While it’s true that meaningful climate change mitigation requires government action, to say this will inevitably lead to communism is a massive overstatement.

“If you look at the practicalities of the system, a lot of the transformation in energy at the moment is ongoing because of innovation and new technology. Some of that is coming from [private enterprise] in places like Silicon Valley in the US. And you’ve also got top-down rule operating in China.”

In other words, green alternatives to fossil fuels are politically agnostic. It’s specific industries, not capitalism itself, that is endangered by climate change action.

The outlook

Lisa Alexander, associate professor at the University of New South Wales, told The New Daily that the outlook is far from bright.

“As far as the scientific community is concerned, I’d say it’s downbeat. There’s always some optimism because you need optimism to carry on.”

But on the whole, she said the outlook is “slightly depressing”.
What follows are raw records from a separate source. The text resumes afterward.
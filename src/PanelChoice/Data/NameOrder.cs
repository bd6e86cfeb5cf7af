using System.Collections.Immutable;
using System.Globalization;
using System.Numerics;

namespace PanelChoice.Data;

/// <summary>The order of ids that does not depend on the order of rows: by number when all are whole numbers, ordinal otherwise.</summary>
internal static class NameOrder
{
    /// <summary>Indices of the names in their order.</summary>
    public static int[] Of(ImmutableArray<string> names)
    {
        var order = Enumerable.Range(0, names.Length).ToArray();
        var numbers = Numbers(names);
        Array.Sort(order, (a, b) =>
        {
            var byNumber = numbers is null ? 0 : numbers[a].CompareTo(numbers[b]);
            return byNumber != 0 ? byNumber : string.CompareOrdinal(names[a], names[b]);
        });
        return order;
    }

    /// <summary>Place of each name in the order.</summary>
    public static int[] Ranks(int[] order)
    {
        var ranks = new int[order.Length];
        for (var i = 0; i < order.Length; i++) ranks[order[i]] = i;
        return ranks;
    }

    /// <summary>Whether all names are whole numbers, so that they are ordered by number.</summary>
    public static bool AreWholeNumbers(ImmutableArray<string> names) => Numbers(names) is not null;

    private static BigInteger[]? Numbers(ImmutableArray<string> names)
    {
        var numbers = new BigInteger[names.Length];
        for (var i = 0; i < names.Length; i++)
            if (!BigInteger.TryParse(names[i], NumberStyles.AllowLeadingSign, CultureInfo.InvariantCulture, out numbers[i])) return null;
        return numbers;
    }
}
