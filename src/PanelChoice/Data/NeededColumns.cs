using System.Collections.Immutable;
using System.Globalization;
using PanelChoice.Study;

namespace PanelChoice.Data;

/// <summary>A column that the study needs, and who asks for it.</summary>
/// <param name="Name">Name of the column.</param>
/// <param name="AskedBy">The key or term of the study file that names it first, for messages.</param>
internal sealed record NeededColumn(string Name, string AskedBy);

/// <summary>The columns that a study needs of its data file; all others are never looked at.</summary>
/// <param name="All">Every needed name once, in the order in which the study names them.</param>
/// <param name="Numbers">Those that terms read as numbers.</param>
/// <param name="Texts">Those read as text: <c>is</c>, <c>levels</c>, and the columns of clusters.</param>
internal sealed record NeededColumns(ImmutableArray<NeededColumn> All, ImmutableArray<string> Numbers, ImmutableArray<string> Texts)
{
    /// <summary>Gathers what a study needs. A column named both as number and as text is needed both ways.</summary>
    public static NeededColumns Of(StudySpecification study)
    {
        var all = new List<NeededColumn>();
        var numbers = new List<string>();
        var texts = new List<string>();
        var panel = study.Panel;
        Key(panel.Person, "person");
        Key(panel.Occasion, "occasion");
        Key(panel.Alternative, "alternative");
        Key(panel.Chosen, "chosen");
        Key(panel.Offered, "offered");
        Key(panel.Weight, "weight");
        foreach (var term in study.Terms)
        {
            var asker = string.Create(CultureInfo.InvariantCulture, $"term '{term.Name}' (line {term.Line} of {study.File})");
            if (term.Source is ColumnSource source) Add(source.Column, asker, source.Is is not null || source.Levels ? texts : numbers);
            if (term.Times is { } times) Add(times, asker, numbers);
        }

        if (study.Inference.Cluster != "person") Add(study.Inference.Cluster, "[inference] cluster", texts);
        if (SecondGrouping.Of(study) is { Column: { } second }) Add(second, "[inference] second_cluster", texts);
        return new NeededColumns([.. all], [.. numbers], [.. texts]);

        void Key(string? name, string key)
        {
            if (name is not null) Add(name, $"[panel] {key}", null);
        }

        void Add(string name, string asker, List<string>? reading)
        {
            if (!all.Exists(c => c.Name == name)) all.Add(new NeededColumn(name, asker));
            if (reading is not null && !reading.Contains(name)) reading.Add(name);
        }
    }

    /// <summary>Where each needed column stands among the file's names; what is missing or stands there twice goes to the problems.</summary>
    /// <param name="file">The data file as the study writes it.</param>
    /// <param name="names">The file's column names, blanks around them removed.</param>
    /// <param name="problems">Takes one problem for each column that cannot be located.</param>
    public ImmutableDictionary<string, int> Locate(string file, IReadOnlyList<string> names, ProblemList problems)
    {
        var places = ImmutableDictionary.CreateBuilder<string, int>(StringComparer.Ordinal);
        foreach (var column in All)
        {
            var found = Enumerable.Range(0, names.Count).Where(i => names[i] == column.Name).ToList();
            if (found.Count == 1)
                places[column.Name] = found[0];
            else if (found.Count > 1)
                problems.Add(new Problem(
                    "data.duplicate_column", file,
                    string.Create(CultureInfo.InvariantCulture, $"{found.Count} columns have this name, which {column.AskedBy} asks for"),
                    "give each column its own name") { Column = column.Name });
            else
                problems.Add(new Problem(
                    "data.missing_column", file, $"there is no such column, but {column.AskedBy} asks for it",
                    ClosestName.Remedy(column.Name, [.. names.Where(n => n.Length > 0)])) { Column = column.Name });
        }

        return places.ToImmutable();
    }
}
Professor Alexander’s field of expertise is extreme weather events. She does not deal in policy, and certainly not in the politics of climate change. Her work is necessarily devoid of ideology, and her pessimism should therefore be cause for concern among capitalists, socialists, libertarians, communists, democrats, anarchists, monarchists and fascists alike.

But if we carry on ignoring the warnings of scientists like Professor Alexander, then we’re all just nihilists.